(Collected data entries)

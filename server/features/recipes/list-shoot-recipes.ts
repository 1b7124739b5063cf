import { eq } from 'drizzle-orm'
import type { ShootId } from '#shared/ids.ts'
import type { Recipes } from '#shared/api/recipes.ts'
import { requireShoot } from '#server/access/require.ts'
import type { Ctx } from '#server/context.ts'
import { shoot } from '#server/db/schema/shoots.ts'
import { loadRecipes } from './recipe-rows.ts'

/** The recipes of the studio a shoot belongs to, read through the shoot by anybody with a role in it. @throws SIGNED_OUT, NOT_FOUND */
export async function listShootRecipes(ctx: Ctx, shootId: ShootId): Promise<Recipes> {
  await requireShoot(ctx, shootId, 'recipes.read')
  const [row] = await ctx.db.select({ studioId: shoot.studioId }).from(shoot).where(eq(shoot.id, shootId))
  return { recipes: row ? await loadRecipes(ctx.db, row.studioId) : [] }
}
==
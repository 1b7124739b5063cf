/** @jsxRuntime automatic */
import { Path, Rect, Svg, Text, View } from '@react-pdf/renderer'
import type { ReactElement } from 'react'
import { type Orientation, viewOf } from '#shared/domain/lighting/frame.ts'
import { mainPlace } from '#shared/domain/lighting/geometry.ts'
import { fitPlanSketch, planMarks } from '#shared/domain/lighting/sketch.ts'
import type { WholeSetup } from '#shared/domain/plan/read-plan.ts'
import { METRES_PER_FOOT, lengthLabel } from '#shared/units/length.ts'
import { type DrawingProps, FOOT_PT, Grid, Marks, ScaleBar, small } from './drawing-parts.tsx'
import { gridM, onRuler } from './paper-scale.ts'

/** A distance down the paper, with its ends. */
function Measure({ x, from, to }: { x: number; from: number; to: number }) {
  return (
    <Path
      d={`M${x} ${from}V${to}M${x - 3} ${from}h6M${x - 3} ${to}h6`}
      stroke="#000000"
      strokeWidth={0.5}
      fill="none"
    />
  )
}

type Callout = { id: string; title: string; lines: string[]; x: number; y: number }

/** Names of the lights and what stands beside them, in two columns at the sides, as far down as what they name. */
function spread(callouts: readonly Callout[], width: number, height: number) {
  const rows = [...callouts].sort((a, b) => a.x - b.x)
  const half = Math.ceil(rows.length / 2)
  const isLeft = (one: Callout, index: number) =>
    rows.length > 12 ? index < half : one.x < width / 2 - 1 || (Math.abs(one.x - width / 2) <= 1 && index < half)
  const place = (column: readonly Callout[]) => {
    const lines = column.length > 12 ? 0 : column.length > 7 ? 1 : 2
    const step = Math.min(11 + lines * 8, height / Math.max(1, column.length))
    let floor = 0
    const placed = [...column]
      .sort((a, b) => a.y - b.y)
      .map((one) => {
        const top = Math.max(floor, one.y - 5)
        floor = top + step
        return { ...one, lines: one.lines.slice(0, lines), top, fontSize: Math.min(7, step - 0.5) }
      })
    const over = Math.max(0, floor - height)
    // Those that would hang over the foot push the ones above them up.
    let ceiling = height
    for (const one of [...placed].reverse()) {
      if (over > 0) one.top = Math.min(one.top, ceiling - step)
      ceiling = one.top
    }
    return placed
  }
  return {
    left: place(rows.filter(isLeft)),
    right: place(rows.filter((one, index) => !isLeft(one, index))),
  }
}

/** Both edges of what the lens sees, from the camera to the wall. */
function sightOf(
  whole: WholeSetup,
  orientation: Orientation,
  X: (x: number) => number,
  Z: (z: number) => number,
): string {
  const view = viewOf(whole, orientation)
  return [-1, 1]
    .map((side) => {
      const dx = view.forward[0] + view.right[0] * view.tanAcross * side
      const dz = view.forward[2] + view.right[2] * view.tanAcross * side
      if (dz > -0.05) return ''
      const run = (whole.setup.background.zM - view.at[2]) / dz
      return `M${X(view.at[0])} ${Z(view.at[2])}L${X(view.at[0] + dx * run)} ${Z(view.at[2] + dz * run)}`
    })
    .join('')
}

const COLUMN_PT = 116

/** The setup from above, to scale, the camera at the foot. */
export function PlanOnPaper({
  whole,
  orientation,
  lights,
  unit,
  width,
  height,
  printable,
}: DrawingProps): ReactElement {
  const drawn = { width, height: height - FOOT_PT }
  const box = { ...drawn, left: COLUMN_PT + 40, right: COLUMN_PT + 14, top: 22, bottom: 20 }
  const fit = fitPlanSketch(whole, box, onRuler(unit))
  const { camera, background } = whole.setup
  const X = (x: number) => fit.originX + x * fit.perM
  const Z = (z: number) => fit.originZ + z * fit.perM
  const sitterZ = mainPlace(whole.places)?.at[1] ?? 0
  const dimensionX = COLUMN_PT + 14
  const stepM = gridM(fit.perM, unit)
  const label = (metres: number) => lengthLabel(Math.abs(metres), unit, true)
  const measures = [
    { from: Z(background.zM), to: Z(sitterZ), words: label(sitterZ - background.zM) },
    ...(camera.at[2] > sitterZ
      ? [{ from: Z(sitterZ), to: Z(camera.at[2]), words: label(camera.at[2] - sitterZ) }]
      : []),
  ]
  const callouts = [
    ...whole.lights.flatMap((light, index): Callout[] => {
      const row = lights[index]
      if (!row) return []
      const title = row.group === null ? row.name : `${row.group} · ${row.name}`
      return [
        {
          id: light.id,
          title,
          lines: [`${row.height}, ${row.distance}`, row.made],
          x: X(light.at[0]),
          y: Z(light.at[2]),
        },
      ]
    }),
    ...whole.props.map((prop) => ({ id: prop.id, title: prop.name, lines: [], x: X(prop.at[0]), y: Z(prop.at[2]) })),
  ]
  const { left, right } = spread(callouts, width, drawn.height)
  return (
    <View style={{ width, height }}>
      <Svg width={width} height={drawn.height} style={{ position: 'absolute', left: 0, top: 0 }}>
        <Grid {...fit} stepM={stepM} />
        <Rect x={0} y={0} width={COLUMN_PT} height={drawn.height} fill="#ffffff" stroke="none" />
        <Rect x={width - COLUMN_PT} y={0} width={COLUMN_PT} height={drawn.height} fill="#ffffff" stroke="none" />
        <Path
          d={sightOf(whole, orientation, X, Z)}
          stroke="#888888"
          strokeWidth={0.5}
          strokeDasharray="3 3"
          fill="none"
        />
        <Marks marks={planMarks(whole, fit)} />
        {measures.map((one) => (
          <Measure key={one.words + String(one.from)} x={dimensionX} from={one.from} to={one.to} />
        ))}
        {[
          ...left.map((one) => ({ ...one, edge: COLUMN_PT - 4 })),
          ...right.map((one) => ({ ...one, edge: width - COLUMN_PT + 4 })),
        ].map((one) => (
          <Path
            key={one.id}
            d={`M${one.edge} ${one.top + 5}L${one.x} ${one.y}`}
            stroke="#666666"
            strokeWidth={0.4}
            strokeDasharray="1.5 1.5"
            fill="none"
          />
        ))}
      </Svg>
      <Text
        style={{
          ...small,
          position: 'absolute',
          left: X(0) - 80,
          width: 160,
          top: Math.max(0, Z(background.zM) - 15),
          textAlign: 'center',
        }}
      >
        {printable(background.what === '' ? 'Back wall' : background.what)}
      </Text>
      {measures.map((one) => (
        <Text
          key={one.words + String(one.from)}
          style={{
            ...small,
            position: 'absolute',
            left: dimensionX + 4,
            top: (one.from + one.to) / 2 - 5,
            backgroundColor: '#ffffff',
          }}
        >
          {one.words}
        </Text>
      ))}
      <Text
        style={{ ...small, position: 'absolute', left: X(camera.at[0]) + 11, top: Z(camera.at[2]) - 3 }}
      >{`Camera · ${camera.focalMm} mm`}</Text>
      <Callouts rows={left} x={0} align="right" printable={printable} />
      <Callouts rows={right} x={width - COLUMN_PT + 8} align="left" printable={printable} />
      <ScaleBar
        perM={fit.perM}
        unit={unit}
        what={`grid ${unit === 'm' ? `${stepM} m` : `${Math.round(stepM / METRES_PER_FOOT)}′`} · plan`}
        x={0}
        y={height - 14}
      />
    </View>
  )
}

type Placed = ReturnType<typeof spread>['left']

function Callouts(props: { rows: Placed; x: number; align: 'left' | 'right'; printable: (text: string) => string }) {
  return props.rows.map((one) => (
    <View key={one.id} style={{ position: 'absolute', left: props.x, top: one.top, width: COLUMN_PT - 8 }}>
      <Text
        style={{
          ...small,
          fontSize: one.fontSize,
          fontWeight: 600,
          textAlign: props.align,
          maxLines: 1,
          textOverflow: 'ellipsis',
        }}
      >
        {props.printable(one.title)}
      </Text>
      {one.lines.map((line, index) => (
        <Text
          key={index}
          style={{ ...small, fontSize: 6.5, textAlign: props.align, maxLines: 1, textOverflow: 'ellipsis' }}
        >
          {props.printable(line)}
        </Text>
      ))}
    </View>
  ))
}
...
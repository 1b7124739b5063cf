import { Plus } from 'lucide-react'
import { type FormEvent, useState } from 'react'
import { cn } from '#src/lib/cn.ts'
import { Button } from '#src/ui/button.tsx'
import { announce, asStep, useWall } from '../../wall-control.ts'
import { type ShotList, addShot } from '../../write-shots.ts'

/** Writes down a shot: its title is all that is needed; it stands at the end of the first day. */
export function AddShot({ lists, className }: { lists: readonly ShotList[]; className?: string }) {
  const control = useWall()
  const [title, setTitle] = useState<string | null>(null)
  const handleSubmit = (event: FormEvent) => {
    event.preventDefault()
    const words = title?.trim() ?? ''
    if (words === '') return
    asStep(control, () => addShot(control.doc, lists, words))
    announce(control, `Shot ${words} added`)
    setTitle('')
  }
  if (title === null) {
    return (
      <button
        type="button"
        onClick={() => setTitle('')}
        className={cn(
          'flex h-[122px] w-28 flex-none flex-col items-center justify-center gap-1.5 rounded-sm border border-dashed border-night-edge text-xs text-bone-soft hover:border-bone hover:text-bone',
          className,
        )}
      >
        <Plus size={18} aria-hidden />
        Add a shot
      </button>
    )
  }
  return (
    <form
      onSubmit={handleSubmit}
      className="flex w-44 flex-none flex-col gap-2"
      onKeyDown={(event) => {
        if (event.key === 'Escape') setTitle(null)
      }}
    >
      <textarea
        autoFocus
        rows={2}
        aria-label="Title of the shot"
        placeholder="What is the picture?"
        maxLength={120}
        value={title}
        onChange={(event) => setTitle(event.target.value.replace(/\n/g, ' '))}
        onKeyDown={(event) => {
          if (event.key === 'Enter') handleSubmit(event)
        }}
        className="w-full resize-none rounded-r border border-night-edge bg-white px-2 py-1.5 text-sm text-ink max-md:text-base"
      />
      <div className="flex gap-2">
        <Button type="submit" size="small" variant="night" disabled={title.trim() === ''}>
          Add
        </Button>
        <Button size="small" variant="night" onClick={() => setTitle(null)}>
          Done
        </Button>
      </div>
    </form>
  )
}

• _WHAT IS BEING ASKED_:
From the entries above, show each line that includes the string "drawn".

• _TASK OUTPUT_:
  const drawn = { width, height: height - FOOT_PT }
  const box = { ...drawn, left: COLUMN_PT + 40, right: COLUMN_PT + 14, top: 22, bottom: 20 }
  const { left, right } = spread(callouts, width, drawn.height)
      <Svg width={width} height={drawn.height} style={{ position: 'absolute', left: 0, top: 0 }}>
        <Rect x={0} y={0} width={COLUMN_PT} height={drawn.height} fill="#ffffff" stroke="none" />
        <Rect x={width - COLUMN_PT} y={0} width={COLUMN_PT} height={drawn.height} fill="#ffffff" stroke="none" />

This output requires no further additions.